Come adesso, che lo hanno mandato a cercare una squadra di uomini rimasti isolati in cima al passo. Deve individuarli e poi segnalarne la presenza all’elicottero di salvataggio. Ma prima di tutto deve cercare di non attirare l’attenzione dei ribelli, quelle piccole formiche che si aggrappano disperatamente alla terra ma che sanno anche reagire con forza. Gli scappa da ridere al pensiero delle formiche della barzelletta, quelle che, per combattere un elefante che ogni giorno calpestava il loro formicaio distruggendolo senza pietà, si erano accordate per attaccarlo tutte insieme; il giorno dopo, al grido di “addosso!” le formiche si erano lanciate sull’enorme bestia, ma una sgrullata di proboscide le aveva fatte cascare tutte.

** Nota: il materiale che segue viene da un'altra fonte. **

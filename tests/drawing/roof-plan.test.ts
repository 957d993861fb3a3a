import { describe, expect, test } from 'vitest'
import {
  boxesOverlap,
  distanceToSegment,
  pointAlong,
  segmentLength,
} from '../../shared/drawing/drawing-geometry.ts'
import { overhangOutline } from '../../shared/drawing/overhang-outline.ts'
import { cornerBox } from '../../shared/drawing/plan-corners.ts'
import { planDrawing, type PlanDrawingOptions } from '../../shared/drawing/plan-drawing.ts'
import { planMemberAt } from '../../shared/drawing/plan-members.ts'
import type { FrameSpec, Point2, Roof } from '../../shared/roof/roof-types.ts'
import { framedOnce } from '../roof/support/framed.ts'
import { rectangle } from '../roof/support/plans.ts'
import { convexReferences, makeRoof, referenceRoof } from '../roof/support/roofs.ts'

// The outlines, nodes and lines of the reference roofs are from tests/fixtures/roofs.json, which was
// computed from plane intersections alone.
const framed = convexReferences.map((reference) => {
  const roof = referenceRoof(reference)
  return { reference, roof, spec: framedOnce(roof) }
})
const phonePx = 358
const deskPx = 968
const options = (changes: Partial<PlanDrawingOptions> = {}): PlanDrawingOptions => ({
  widthPx: phonePx,
  maxHeightPx: phonePx,
  mode: 'read',
  units: 'mm',
  problems: [],
  firstMarks: new Set(),
  ...changes,
})
const widths = [
  { at: 'a phone', widthPx: phonePx, maxHeightPx: 420 },
  { at: 'a desk', widthPx: deskPx, maxHeightPx: deskPx },
]
const draw = (roof: Roof, spec: FrameSpec | null, o: PlanDrawingOptions) => {
  const drawing = planDrawing(roof, spec, o)
  if (!drawing) throw new Error('nothing drawn')
  return drawing
}
const apart = (a: Point2, b: Point2) => Math.hypot(a.x - b.x, a.y - b.y)

describe.each(framed)('$reference.title', ({ reference, roof, spec }) => {
  describe.each(widths)('at the width of $at', ({ widthPx, maxHeightPx }) => {
    test.each(['read', 'edit'] as const)('no two words of the %s drawing overlap', (mode) => {
      const drawing = draw(roof, spec, options({ widthPx, maxHeightPx, mode }))
      const words = [
        ...drawing.labels,
        ...drawing.dimensions.flatMap((d) => (d.label ? [d.label] : [])),
        ...drawing.corners.map(cornerBox),
      ]
      const clashes = words.flatMap((a, i) =>
        words
          .slice(i + 1)
          .filter((b) => boxesOverlap(a, b))
          .map((b) => [a, b]),
      )
      expect(clashes).toEqual([])
    })

    test('marks never read upside down', () => {
      for (const label of draw(roof, spec, options({ widthPx, maxHeightPx })).labels) {
        expect(label.angleDeg).toBeGreaterThanOrEqual(-91)
        expect(label.angleDeg).toBeLessThanOrEqual(90)
      }
    })

    test('every plate shows its length', () => {
      const drawing = draw(roof, spec, options({ widthPx, maxHeightPx, mode: 'edit' }))
      const sides = roof.outline.map((p, i) =>
        apart(p, roof.outline[(i + 1) % roof.outline.length]!),
      )
      const shown = drawing.dimensions.map((d) => d.label?.text ?? '')
      expect(shown).toHaveLength(sides.length)
      for (const [i, side] of sides.entries()) {
        expect(shown[i]).toMatch(new RegExp(`^(Edge )?${i + 1} · ${Math.round(side)}$`))
      }
    })
  })

  test('every member is drawn once', () => {
    const drawn = draw(roof, spec, options()).members.map((member) => member.mark)
    expect([...drawn].sort()).toEqual(spec.members.map((member) => member.mark).sort())
    expect(new Set(drawn).size).toBe(drawn.length)
  })

  test('every mark is either written or counted as left out', () => {
    const drawing = draw(roof, spec, options())
    const told = [...drawing.labels.map((label) => label.mark), ...drawing.hiddenMarks]
    expect(told.sort()).toEqual(spec.members.map((member) => member.mark).sort())
  })

  test('ridges and hips are drawn from node to node of the reference', () => {
    const drawing = draw(roof, spec, options({ widthPx: deskPx, maxHeightPx: deskPx }))
    const { place } = drawing.view
    for (const line of reference.lines.filter((one) => one.kind !== 'verge')) {
      const from = place({ x: line.frm[0]!, y: line.frm[1]! })
      const to = place({ x: line.to[0]!, y: line.to[1]! })
      const found = drawing.roofLines.some(
        ({ segment }) =>
          (apart(segment.from, from) < 0.05 && apart(segment.to, to) < 0.05) ||
          (apart(segment.from, to) < 0.05 && apart(segment.to, from) < 0.05),
      )
      expect(found, `${line.kind} ${line.frm.join()} – ${line.to.join()}`).toBe(true)
    }
  })

  test('every rafter is drawn as long in plan as its numbers say', () => {
    const drawing = draw(roof, spec, options({ widthPx: deskPx, maxHeightPx: deskPx }))
    for (const member of spec.members) {
      const drawn = drawing.members.find((one) => one.mark === member.mark)!
      const alongs = (head: boolean) =>
        member.cuts.filter((cut) => (cut.end === 'head') === head).map((cut) => cut.alongMm)
      const lengthMm = Math.min(...alongs(true)) - Math.max(...alongs(false))
      const planMm = lengthMm * Math.cos((member.pitchDeg * Math.PI) / 180)
      expect(segmentLength(drawn.centre) / drawing.view.pxPerMm).toBeCloseTo(planMm, 3)
      expect(apart(drawn.heel, drawing.view.place(member.axis.from))).toBeLessThan(1e-6)
    }
  })

  test('a picked timber always shows its mark, however small the drawing', () => {
    for (const { mark } of spec.members.filter((_, i) => i % 4 === 0)) {
      const drawing = draw(roof, spec, options({ firstMarks: new Set([mark]) }))
      expect(drawing.labels.find((label) => label.mark === mark)?.text).toBe(mark)
    }
  })

  test('a finger on a timber, where it is clearest of its neighbours, picks it', () => {
    const { members } = draw(roof, spec, options({ widthPx: deskPx, maxHeightPx: deskPx }))
    for (const member of members) {
      const clearance = (point: Point2) =>
        Math.min(
          ...members
            .filter((other) => other.mark !== member.mark)
            .map((other) => distanceToSegment(point, other.centre)),
        )
      const places = Array.from({ length: 49 }, (_, i) => pointAlong(member.centre, (i + 1) / 50))
      const clearest = places.sort((a, b) => clearance(b) - clearance(a))[0]!
      const finger = { x: clearest.x + 1, y: clearest.y + 1 }
      expect(planMemberAt(members, finger, 22)?.mark).toBe(member.mark)
    }
    expect(planMemberAt(members, { x: 2, y: 2 }, 22)).toBeNull()
  })
})

describe('9.0 × 6.0 m, four hips', () => {
  const roof = makeRoof(rectangle(9000, 6000), [25, 25, 25, 25])
  const spec = framedOnce(roof)

  test('at a desk every mark is written in full', () => {
    const drawing = draw(roof, spec, options({ widthPx: deskPx, maxHeightPx: deskPx }))
    expect(drawing.hiddenMarks).toEqual([])
    for (const label of drawing.labels) expect(label.text).toBe(label.mark)
  })

  test('the tails stand 450 outside the plates all round, and commons end on that line', () => {
    // Source: 450 overhang on each side of 9000 × 6000 makes 9900 × 6900; arithmetic.
    const tails = overhangOutline(roof)
    expect(Math.max(...tails.map((p) => p.x)) - Math.min(...tails.map((p) => p.x))).toBeCloseTo(
      9900,
    )
    expect(Math.max(...tails.map((p) => p.y)) - Math.min(...tails.map((p) => p.y))).toBeCloseTo(
      6900,
    )
    const drawing = draw(roof, spec, options())
    const lineYs = drawing.tails.map((p) => p.y)
    for (const member of drawing.members.filter((one) => one.role === 'common')) {
      const nearest = Math.min(...lineYs.map((y) => Math.abs(y - member.centre.from.y)))
      expect(nearest).toBeLessThan(0.01)
    }
  })

  test('north of the plan is the top of the drawing', () => {
    const { view } = draw(roof, spec, options())
    expect(view.place({ x: 0, y: 6000 }).y).toBeLessThan(view.place({ x: 0, y: 0 }).y)
    expect(view.place({ x: 9000, y: 0 }).x).toBeGreaterThan(view.place({ x: 0, y: 0 }).x)
  })
})

describe('a roof that is still being typed', () => {
  const roof = makeRoof(rectangle(9000, 6000), [25, 25, 25, 25])

  test('problems are marked on their plate or corner, and others are listed', () => {
    const drawing = draw(roof, null, {
      ...options(),
      problems: [
        { path: 'edges.1.pitchDeg', message: 'Edge 2' },
        { path: 'outline.3', message: 'Corner 4' },
        { path: 'sections.rafter.depthMm', message: 'Rafter depth' },
      ],
    })
    const { place } = drawing.view
    expect(apart(drawing.problems[0]!.at, place({ x: 9000, y: 3000 }))).toBeLessThan(1e-6)
    expect(apart(drawing.problems[1]!.at, place({ x: 0, y: 6000 }))).toBeLessThan(1e-6)
    expect(drawing.problemsElsewhere.map((p) => p.message)).toEqual(['Rafter depth'])
  })

  test('a corner without a number is left out and the rest keep their own numbers', () => {
    const outline = [...roof.outline]
    outline[1] = { x: Number.NaN, y: 0 }
    const drawing = draw({ ...roof, outline }, null, options({ mode: 'edit' }))
    expect(drawing.corners.map((corner) => corner.corner)).toEqual([0, 2, 3])
    expect(planDrawing({ ...roof, outline: [] }, null, options())).toBeNull()
  })
})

Tutte tranne una, rimasta caparbiamente aggrappata al collo del pachiderma, e allora le altre, da terra, avevano cominciato a strillarle: “Strozzalo, strozzalo!”.

La risata gli gorgoglia in gola, ma Aaron sa che non può distrarsi, deve restare concentrato se vuole portare a termine con successo la sua missione. E così torna a scrutare il terreno alla ricerca di un segnale, un segnale qualsiasi: sassi disposti a formare un cerchio o una croce, un mucchio di rami al centro di una radura, una maglia militare appesa a un qualche bastone, agitata dal vento che muove i rami degli alberi.

Ridacchia nuovamente, ripensando alle formiche e alla loro assurda testardaggine, quando d’un tratto qualcosa alla sua destra attrae la sua attenzione, tra i cespugli gli pare di scorgere una sagoma umana che agita qualcosa, un braccio si muove verso di lui. Ma è già andato troppo oltre e così deve virare, torna indietro, con la coda del’occhio vede un bagliore salire da terra verso di lui, poi una luce violenta lo travolge da dietro, da dove si trova il serbatoio… Che succede? gira il capo, cerca di capire… e la luna si spegne.